Однако деньги так и не вернули и пришлось засунуть в жопу палец. Я продолжал печатать на одном кофе. Позже позвонил Ирвину и тот велел мне позвонить девушке Рафаэля с окраины может получится пожить с нею поскольку Рафаэль ее уже задолбал.
– Почему Рафаэль ее задолбал?
– Потому что он все время валяется на кушетке и говорит «Покорми Рафаэля»! Чесслово! Я думаю ты ей понравишься. Ты просто будь четким милым Джеком и позвони ей. – Я ей позвонил, зовут Элис Ньюмен, и сказал что умираю от голода и не встретится ли она со мною у «Хауарда Джонсона» на 6-й авеню и не купит ли мне пару франкфуртов? Та ответила ладно, она маленького роста блондинка в красном пальто. В 8 часов вечера я увидел как она зашла.
Она купила мне хот-догов и я их проглотил.

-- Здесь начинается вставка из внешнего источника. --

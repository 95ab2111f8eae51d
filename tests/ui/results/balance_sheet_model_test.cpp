// Balance sheet page (ui/results/balance_sheet_model.h, balance_sheet_page.h).
// The table must show exactly what `tledger solve --json` reports for the same model
// (the executable is run as a separate process, so the check does not share the
// page's code path), mark the solved values, and sort, filter, copy and export.
#include <QApplication>
#include <QClipboard>
#include <QFile>
#include <QJsonArray>
#include <QJsonDocument>
#include <QJsonObject>
#include <QProcess>
#include <QTableView>
#include <QTemporaryDir>
#include <QtTest>
#include <cmath>

#include "core/balance/production_uses.h"
#include "core/balance/solver.h"
#include "core/io/csv_model.h"
#include "ui/results/balance_sheet_page.h"

using tl::ui::BalanceSheetModel;
using tl::ui::BalanceSheetPage;
using Column = BalanceSheetModel::Column;

namespace {

QString fixture(const char* name) { return QStringLiteral(TL_FIXTURES_DIR "/results/") + name; }

tl::Model readModel(const QString& folder)
{
    auto result = tl::readCsvModel(folder.toStdString());
    if (!result.model) qFatal("fixture %s does not read", qPrintable(folder));
    return *result.model;
}

QJsonObject solveJson(const QString& folder)
{
    QProcess p;
    p.start(QStringLiteral(TL_TLEDGER_EXE), {"solve", folder, "--json"});
    if (!p.waitForFinished(60000)) qFatal("tledger solve did not finish");
    const QJsonDocument doc = QJsonDocument::fromJson(p.readAllStandardOutput());
    if (!doc.isObject()) qFatal("tledger solve --json printed no JSON object: %s", p.readAllStandardError().constData());
    return doc.object();
}

int rowOf(const BalanceSheetModel& m, const QString& name)
{
    for (int r = 0; r < m.rowCount(); ++r)
        if (m.cellText(r, Column::Name) == name) return r;
    return -1;
}

}  // namespace

class BalanceSheetTest : public QObject {
    Q_OBJECT
private slots:
    void valuesEqualTheCliJson_data();
    void valuesEqualTheCliJson();
    void solvedValuesCarryTheIconAndInputsStayAsEntered();
    void statusNamesTheProblem();
    void sortsNumbersWithEmptyCellsLast();
    void filtersByNameKindAndProblems();
    void copiesTabSeparatedText();
    void exportsCsvWithQuotingAndUnits();
    void exportToAnUnwritablePathSaysWhy();
    void currentRowShowsWhoTakesItsProduction();
};

// The "who eats it" line under the table names every taker of the current row's
// production with its share, as core/balance/production_uses.h computes them.
void BalanceSheetTest::currentRowShowsWhoTakesItsProduction()
{
    const tl::Model model = readModel(fixture("invented_lake"));
    const tl::BalanceSheet sheet = tl::solveBalance(model);
    BalanceSheetPage page;
    page.setScenario(model, sheet);
    QVERIFY(page.productionUsesText().startsWith(QStringLiteral("Select a compartment")));
    // The living compartment with the most takers.
    std::size_t best = 0, most = 0;
    for (std::size_t i = 0; i < model.size(); ++i)
        if (const auto n = tl::productionUses(model, sheet, i).size(); n > most) most = n, best = i;
    QVERIFY(most >= 2);
    const QString name = QString::fromStdString(model.compartment(best).name);
    const int row = rowOf(*page.sheetModel(), name);
    QVERIFY(row >= 0);
    page.table()->setCurrentIndex(page.filter()->mapFromSource(page.sheetModel()->index(row, 0)));
    const QString text = page.productionUsesText();
    QVERIFY2(text.contains(name), qPrintable(text));
    for (const tl::ProductionUse& u : tl::productionUses(model, sheet, best)) {
        if (u.kind != tl::ProductionUse::Kind::Predator) continue;
        const QString expected = QStringLiteral("%1 %2 %").arg(QString::fromStdString(u.name))
                                     .arg(QString::number(100.0 * u.shareOfProduction, 'f', 1));
        QVERIFY2(text.contains(expected), qPrintable(text + " lacks " + expected));
    }
}

void BalanceSheetTest::valuesEqualTheCliJson_data()
{
    QTest::addColumn<QString>("folder");
    QTest::newRow("pond") << fixture("pond");
    QTest::newRow("invented_lake") << fixture("invented_lake");
}

void BalanceSheetTest::valuesEqualTheCliJson()
{
    QFETCH(QString, folder);
    const tl::Model model = readModel(folder);
    BalanceSheetModel m;
    m.setScenario(model, tl::solveBalance(model));
    const QJsonObject json = solveJson(folder);
    const QJsonArray rows = json.value("compartments").toArray();
    QCOMPARE(rows.size(), m.rowCount());
    const Column numeric[] = {Column::Biomass, Column::Pb, Column::Qb, Column::Ee, Column::Pq,
                              Column::TrophicLevel, Column::Omnivory, Column::Production, Column::Consumption,
                              Column::Respiration, Column::FlowToDetritus};
    int compared = 0;
    for (const QJsonValue& v : rows) {
        const QJsonObject c = v.toObject();
        const int r = rowOf(m, c.value("name").toString());
        QVERIFY2(r >= 0, qPrintable(c.value("name").toString()));
        QCOMPARE(m.cellText(r, Column::Kind), c.value("kind").toString());
        for (Column col : numeric) {
            const QString key = BalanceSheetModel::jsonKey(col);
            QVERIFY(!key.isEmpty());
            const double shown = m.index(r, BalanceSheetModel::column(col)).data(BalanceSheetModel::kValueRole).toDouble();
            const QJsonValue expected = c.value(key);
            if (expected.isNull() || expected.isUndefined()) {
                QVERIFY2(std::isnan(shown), qPrintable(c.value("name").toString() + " " + key));
            } else {
                QVERIFY2(std::abs(shown - expected.toDouble()) <= 1e-12 * std::max(1.0, std::abs(expected.toDouble())),
                         qPrintable(QString("%1 %2: table %3, CLI %4").arg(c.value("name").toString(), key)
                                        .arg(shown, 0, 'g', 17).arg(expected.toDouble(), 0, 'g', 17)));
                ++compared;
            }
        }
        // The solved list of the CLI is exactly the set of cells carrying the solved mark.
        QStringList solvedCli;
        for (const QJsonValue& s : c.value("solved").toArray()) solvedCli << s.toString();
        QStringList solvedTable;
        for (Column col : {Column::Biomass, Column::Pb, Column::Qb, Column::Ee, Column::Pq})
            if (m.index(r, BalanceSheetModel::column(col)).data(BalanceSheetModel::kSolvedRole).toBool())
                solvedTable << BalanceSheetModel::jsonKey(col);
        solvedCli.sort();
        solvedTable.sort();
        QCOMPARE(solvedTable, solvedCli);
    }
    QVERIFY(compared > rows.size() * 5);  // most cells hold numbers
}

void BalanceSheetTest::solvedValuesCarryTheIconAndInputsStayAsEntered()
{
    const tl::Model model = readModel(fixture("invented_lake"));
    BalanceSheetModel m;
    m.setScenario(model, tl::solveBalance(model));
    const int roach = rowOf(m, "Roach");
    QVERIFY(roach >= 0);
    const QModelIndex bIn = m.index(roach, BalanceSheetModel::column(Column::BiomassIn));
    const QModelIndex b = m.index(roach, BalanceSheetModel::column(Column::Biomass));
    QVERIFY(std::isnan(bIn.data(BalanceSheetModel::kValueRole).toDouble()));  // entered empty
    QVERIFY(bIn.data(Qt::DisplayRole).toString().isEmpty());
    QVERIFY(b.data(BalanceSheetModel::kSolvedRole).toBool());
    QVERIFY(!b.data(Qt::DecorationRole).value<QIcon>().isNull());
    QVERIFY(b.data(BalanceSheetModel::kValueRole).toDouble() > 0);
    // Hand check of Roach B from the fixture's numbers (Polovina 1984: B P/B EE = predation
    // + catch): predation 30x0.15 + 5.4x0.35 + 3.04x0.6 + 1.8x0.5 = 9.114, catch 0.7
    // landed + 0.05 discarded; B = 9.864 / (0.9 x 0.8) = 13.7.
    QVERIFY(std::abs(b.data(BalanceSheetModel::kValueRole).toDouble() - 13.7) < 1e-9);
    const QModelIndex pb = m.index(roach, BalanceSheetModel::column(Column::Pb));
    QVERIFY(!pb.data(BalanceSheetModel::kSolvedRole).toBool());
    QVERIFY(pb.data(Qt::DecorationRole).value<QIcon>().isNull());
    // Units in the headers.
    QVERIFY(m.headerData(BalanceSheetModel::column(Column::Biomass), Qt::Horizontal).toString().contains("t wet weight/km²"));
    QVERIFY(m.headerData(BalanceSheetModel::column(Column::Production), Qt::Horizontal).toString().contains("/year"));
}

void BalanceSheetTest::statusNamesTheProblem()
{
    tl::Model model = readModel(fixture("pond"));
    // Make Pike's predators eat more than it produces: its EE must come out above 1.
    const auto pike = *model.indexOf("Pike");
    model.compartment(pike).value(tl::Param::Biomass) = 0.05;
    const tl::BalanceSheet sheet = tl::solveBalance(model);
    BalanceSheetModel m;
    m.setScenario(model, sheet);
    const int r = rowOf(m, "Pike");
    bool pikeProblem = false;
    for (const auto& p : sheet.problems) pikeProblem |= p.compartment == "Pike";
    QVERIFY(pikeProblem);
    QVERIFY(m.worstSeverity(r).has_value());
    const QString status = m.index(r, BalanceSheetModel::column(Column::Status)).data().toString();
    QVERIFY2(status != "OK" && !status.isEmpty(), qPrintable(status));
    QVERIFY(!m.index(r, BalanceSheetModel::column(Column::Status)).data(Qt::DecorationRole).value<QIcon>().isNull());
    const int phyto = rowOf(m, "Phytoplankton");
    if (!m.worstSeverity(phyto)) QCOMPARE(m.index(phyto, BalanceSheetModel::column(Column::Status)).data().toString(), QString("OK"));
}

void BalanceSheetTest::sortsNumbersWithEmptyCellsLast()
{
    const tl::Model model = readModel(fixture("invented_lake"));
    BalanceSheetPage page;
    page.setScenario(model, tl::solveBalance(model));
    for (Qt::SortOrder order : {Qt::AscendingOrder, Qt::DescendingOrder}) {
        const int col = BalanceSheetModel::column(Column::QbIn);  // empty for producers, detritus, Smelt
        page.table()->sortByColumn(col, order);
        auto* f = page.filter();
        bool seenEmpty = false;
        double previous = order == Qt::AscendingOrder ? -INFINITY : INFINITY;
        for (int r = 0; r < f->rowCount(); ++r) {
            const double v = f->index(r, col).data(BalanceSheetModel::kValueRole).toDouble();
            if (std::isnan(v)) {
                seenEmpty = true;
                continue;
            }
            QVERIFY2(!seenEmpty, "a number after an empty cell");
            QVERIFY(order == Qt::AscendingOrder ? v >= previous : v <= previous);
            previous = v;
        }
        QVERIFY(seenEmpty);
    }
}

void BalanceSheetTest::filtersByNameKindAndProblems()
{
    const tl::Model model = readModel(fixture("invented_lake"));
    BalanceSheetPage page;
    page.setScenario(model, tl::solveBalance(model));
    auto* f = page.filter();
    QCOMPARE(f->rowCount(), static_cast<int>(model.size()));
    f->setNameFilter("PIKE");
    QCOMPARE(f->rowCount(), 2);  // Pike, Pikeperch
    f->setNameFilter("");
    f->setKindFilter(tl::CompartmentKind::Detritus);
    QCOMPARE(f->rowCount(), 2);
    f->setKindFilter(tl::CompartmentKind::Producer);
    QCOMPARE(f->rowCount(), 2);
    f->setKindFilter(std::nullopt);
    f->setProblemsOnly(true);
    int withProblems = 0;
    for (int r = 0; r < page.sheetModel()->rowCount(); ++r) withProblems += page.sheetModel()->worstSeverity(r) ? 1 : 0;
    QCOMPARE(f->rowCount(), withProblems);
}

void BalanceSheetTest::copiesTabSeparatedText()
{
    const tl::Model model = readModel(fixture("pond"));
    BalanceSheetPage page;
    page.setScenario(model, tl::solveBalance(model));
    page.table()->selectRow(1);
    page.copy();
    const QStringList lines = QApplication::clipboard()->text().split('\n', Qt::SkipEmptyParts);
    QCOMPARE(lines.size(), 2);  // header + the selected row
    QCOMPARE(lines[0].split('\t').size(), BalanceSheetModel::column(Column::Count));
    const QStringList cells = lines[1].split('\t');
    QCOMPARE(cells.size(), BalanceSheetModel::column(Column::Count));
    QCOMPARE(cells[0], QString::fromStdString(model.compartment(1).name));
    QVERIFY(lines[0].contains("B [t wet weight/km²]"));
    // Full precision: the copied biomass reads back to the exact double.
    const double b = cells[BalanceSheetModel::column(Column::Biomass)].toDouble();
    QCOMPARE(b, page.sheetModel()->sheet().rows[1].biomass);
    page.table()->clearSelection();
    QCOMPARE(page.selectionAsText().count('\n'), static_cast<int>(model.size()) + 1);  // no selection: all rows
}

void BalanceSheetTest::exportsCsvWithQuotingAndUnits()
{
    tl::Model model = readModel(fixture("pond"));
    model.compartment(2).name = "Benthic invertebrates, \"mixed\"";
    BalanceSheetPage page;
    page.setScenario(model, tl::solveBalance(model));
    QTemporaryDir dir;
    const QString path = dir.filePath("sheet.csv");
    QString error;
    QVERIFY2(page.exportCsv(path, &error), qPrintable(error));
    QFile file(path);
    QVERIFY(file.open(QIODevice::ReadOnly));
    const QString text = QString::fromUtf8(file.readAll());
    QVERIFY(text.contains("\"Benthic invertebrates, \"\"mixed\"\"\""));
    QVERIFY(text.startsWith("Compartment,Kind,Status,B (input) [t wet weight/km²]"));
    QCOMPARE(text.count('\n'), static_cast<int>(model.size()) + 1);
}

void BalanceSheetTest::exportToAnUnwritablePathSaysWhy()
{
    const tl::Model model = readModel(fixture("pond"));
    BalanceSheetPage page;
    page.setScenario(model, tl::solveBalance(model));
    QString error;
    QVERIFY(!page.exportCsv("/nonexistent-folder/sheet.csv", &error));
    QVERIFY2(error.contains("/nonexistent-folder/sheet.csv"), qPrintable(error));
}

QTEST_MAIN(BalanceSheetTest)
#include "balance_sheet_model_test.moc"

Я уже посмотрел на нее и сказал:
– А что скажешь, если я останусь у тебя, мне надо много печатать а меня обдурили с деньгами сегодня в аптеке.
– Как хочешь.
46
Но это стало началом возможно самого лучшего романа в моей жизни потому что Элис была интересной молодой женщиной, еврейкой элегантной среднего класса печальной и чего-то ищущей – Она выглядела чертовски по-польски, с ногами крестьянки, голым низким низом, torque[152] волос (светлых) и печальными понимающими глазами, по сути, она как бы влюбилась в меня. Но это было лишь потому что я ей не навязывался. Когда я просил яичницы с ветчиной и яблочным соусом в два часа ночи она готовила с радостью поскольку я просил искренне. Искренне? Что неискреннего в «Покорми Рафаэля»? Старушка (22) Элис однако говорила:
– Ты наверно станешь большим литературным богом и все тебя будут жрать с потрохами, поэтому ты должен мне позволить себя оберегать.
– А как жрут литературных богов?
– Их достают. Грызут и грызут пока от тебя ничего не останется.
– А ты откуда все это знаешь?
– Книжки читала – С авторами знакомилась – Я сейчас сама роман пишу – Думаю назвать его «Лети сейчас, плати потом» но издатели боятся что у них будут неприятности с авиалиниями.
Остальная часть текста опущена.